Defining an Option's "Moneyness"

Quite often you will hear the terms "in-the-money", "at-the-money" and "out-of-the-money" or ITM, ATM and OTM. These terms all refer to an options Intrinsic Value.

The strike price of an option compared to the current stock price is what determines the option's Intrinsic Value and hence determines whether the option is in, at or out of the money. If a call option's strike price is less than the current market price of the underlying asset it is said to be in-the-money - as the option buyer can exercise and make an instant profit.

Consequently, if a calls strike price is higher than the current underlying asset it is said to be out-of-the-money because it has no Intrinsic Value. Confused? Take a look at these quick formulas;

Call Options

In-the-Money = Strike price less than underlying price

At-the-Money = Strike price is the same as the underlying price

Out-of-the-Money = Strike price is greater than the underlying price

Put Options

In-the-Money = Strike price is greater than the underlying price

At-the-Money = Strike price is the same as the underlying price

Out-of-the-Money = Strike price is less than the underlying price

Comments (19)

PeterJune 10th, 2014 at 1:11am

Hi Ray,

I think it is possible - not easily, and not within a short amount of time...so I guess the answer is "no" for a novice ;-) but possible after learning what's needed and after researching and paper trading.

RayJune 9th, 2014 at 1:00pm

Can a novice investor really " make a "living " in the options market?

PeterMarch 31st, 2014 at 6:52pm

Hi Richard,

When you exercise an option you are assigned the value of the strike price - it can be the underlying stock itself or it may simply be a cash settlement amount.

The premium you pay as the buyer of the option is paid to the option seller at the time of the transaction; it isn't factored into the conversion of the option into stock/cash. The is the price you pay to have the "option" to exercise or not and for the seller represents an insurance premium of sorts to take on that risk.

The settlement method depends on the instrument and its specifications. Typically stocks are physically settled (you exercise into the shares) and indicies are cash settled.

Hope this helps - let me know if anything else is unclear.

RichardMarch 28th, 2014 at 9:58am

Question on exercise of european weeklies (SPXW)

Index: SPX
Type: European
Expiration: PM-settled

I know, theoretically, a call (or put) an be exercised at strike but how does it play out in reality with the factored in premium?

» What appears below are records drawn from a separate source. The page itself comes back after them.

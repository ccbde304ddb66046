package main

import (
	"bytes"
	"os"
	"path/filepath"
	"strings"
	"testing"

	"n2pulse/data"
	"n2pulse/internal/usermsg"
)

// TestExitCodeRule checks the one rule of every command (README, "Exit codes"): 2 for a
// mistake in how the command was written, including values given on the command line that
// are unknown, out of range or without a unit (through --set as through --vary); 1 for
// everything else; and that no message carries a package prefix ("study:", "units:").
// Not parallel: the standard-input cases replace stdin.
func TestExitCodeRule(t *testing.T) {
	dir := t.TempDir()
	good := filepath.Join(dir, "good.toml")
	if err := os.WriteFile(good, data.ExampleDesign(), 0o644); err != nil {
		t.Fatal(err)
	}
	bad := filepath.Join(dir, "bad.toml")
	if err := os.WriteFile(bad, []byte("[gas]\npressure = 40\n"), 0o644); err != nil {
		t.Fatal(err)
	}
	taken := filepath.Join(dir, "taken")
	if err := os.MkdirAll(taken, 0o755); err != nil {
		t.Fatal(err)
	}
	if err := os.WriteFile(filepath.Join(taken, "sweep.json"), []byte("{}"), 0o644); err != nil {
		t.Fatal(err)
	}
	small := []string{"--set", "numerics.cells=20"}
	cases := []struct {
		args  []string
		stdin string
		code  int
		want  string // a fragment of stderr
	}{
		{nil, "", 2, ""},
		{[]string{"frobnicate"}, "", 2, "unknown command"},
		{[]string{"run", "--nosuchflag"}, "", 2, "nosuchflag"},
		{[]string{"run", good, good}, "", 2, "at most one design"},
		{[]string{"run", "--set", "gas.presure=1atm"}, "", 2, "did you mean gas.pressure"},
		{[]string{"run", "--set", "gas.pressure=40"}, "", 2, `"40 Pa"`},
		{[]string{"run", "--set", "gas.pressure=1e9 atm"}, "", 2, "out of range"},
		{[]string{"run", "--set", "gas.oxygen=1"}, "", 2, "no room for nitrogen"},
		{[]string{"run", filepath.Join(dir, "missing.toml")}, "", 1, "no such file"},
		{[]string{"run", bad}, "", 1, "gas.pressure"},
		{append([]string{"run", "-"}, small...), string(data.ExampleDesign()), 0, ""},
		{[]string{"run", "-"}, strings.Repeat("#", 1<<20+1), 1, "longer than"},
		{[]string{"sweep", "--out", filepath.Join(dir, "s1")}, "", 2, "--vary"},
		{[]string{"sweep", "--vary", "gas.presure=1atm:2atm:2"}, "", 2, "did you mean gas.pressure"},
		{[]string{"sweep", "--vary", "gas.pressure=1:2:2"}, "", 2, "has no unit"},
		{[]string{"sweep", "--vary", "gas.pressure=1atm:1e9atm:2"}, "", 2, "out of range"},
		{[]string{"sweep", "--set", "gas.pressure=40", "--vary", "circuit.charge_voltage=8kV:9kV:2"}, "", 2, "has no unit"},
		{[]string{"sweep", "--vary", "gas.pressure=1atm:2atm:2", "--vary", "gas.pressure=1atm:2atm:2"}, "", 2, "varied twice"},
		{[]string{"sweep", "--out", taken, "--vary", "gas.pressure=1atm:2atm:2"}, "", 1, "sweep.json"},
		{[]string{"sweep", "--shard", "4/3", "--vary", "gas.pressure=1atm:2atm:2"}, "", 2, "4/3"},
		{[]string{"sweep", "--metric", "brightness", "--vary", "gas.pressure=1atm:2atm:2"}, "", 2, "brightness"},
		{[]string{"length", "--from", "1m", "--to", "10cm"}, "", 2, "0 < from < to"},
		{[]string{"length", "--from", "5"}, "", 2, "has no unit"},
		{[]string{"length", "--points", "1"}, "", 2, "allowed 3 to 10000"},
		{[]string{"length", "--to", "20m"}, "", 2, "out of range"},
		{[]string{"merge"}, "", 2, "name the shard directories"},
		{[]string{"merge", "--out", filepath.Join(dir, "m"), filepath.Join(dir, "nosuchshard")}, "", 1, "nosuchshard"},
		{[]string{"bench", "--set", "gas.pressure=40"}, "", 2, "has no unit"},
		{[]string{"bench", filepath.Join(dir, "missing.toml")}, "", 1, "no such file"},
		{[]string{"lines", "--pressure", "40"}, "", 2, "has no unit"},
		{[]string{"swarm", "--gas", "xenon"}, "", 2, "want n2 or air"},
		{[]string{"check", "extra"}, "", 2, "takes no arguments"},
		{[]string{"init", "a.toml", "b.toml"}, "", 2, "at most one file"},
		{[]string{"init", good}, "", 1, "exists"},
	}
	for _, c := range cases {
		stdin = strings.NewReader(c.stdin)
		var out, errb bytes.Buffer
		code := run(c.args, &out, &errb)
		msg := errb.String()
		if code != c.code || !strings.Contains(msg, c.want) {
			t.Errorf("n2pulse %q: exit %d, stderr %q; want exit %d and %q", c.args, code, msg, c.code, c.want)
		}
		for _, p := range usermsg.Prefixes {
			if strings.Contains(msg, " "+p) || strings.HasPrefix(msg, p) {
				t.Errorf("n2pulse %q: stderr carries the internal prefix %q: %q", c.args, p, msg)
			}
		}
	}
	stdin = os.Stdin
}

e.g. SPX call strike price of 1865. Premium is 3.40. Will the call be exercised at 1865 or 1868.40 (including the premium)? Basically, if the SPX is trading on expiration day around 1865, is it beneficial to sell the 1865 call if the market stays below 1868?

I think that the SPX weeklies have a different type of assignment than a typical stock, correct?

Thanks

PeterFebruary 14th, 2013 at 4:48pm

Hi, no problem with the questions - I'm happy to help!

When the market opens, if you want to exit your position immediately you will sell to the bid price. However, if you're not in a rush to liquidate you can place a sell order for the option at a price above the bid and leave it in the market as a working order.

If your order is sitting on the offer and the market moves up, somebody may buy from you at the ask price.

Yep, you need to subtract your premium and comms to calculate your profit.

For face to face option training, you can reach out to;

Trading Academy

Options University

PoiterFebruary 14th, 2013 at 3:23pm

Thank you for taking your times to answer novice questions. I have a virtual trading account with cboe. I'm currently trading bidu $90 strike call Apr13 at 8.10, 5 contracts. It costs me $4050.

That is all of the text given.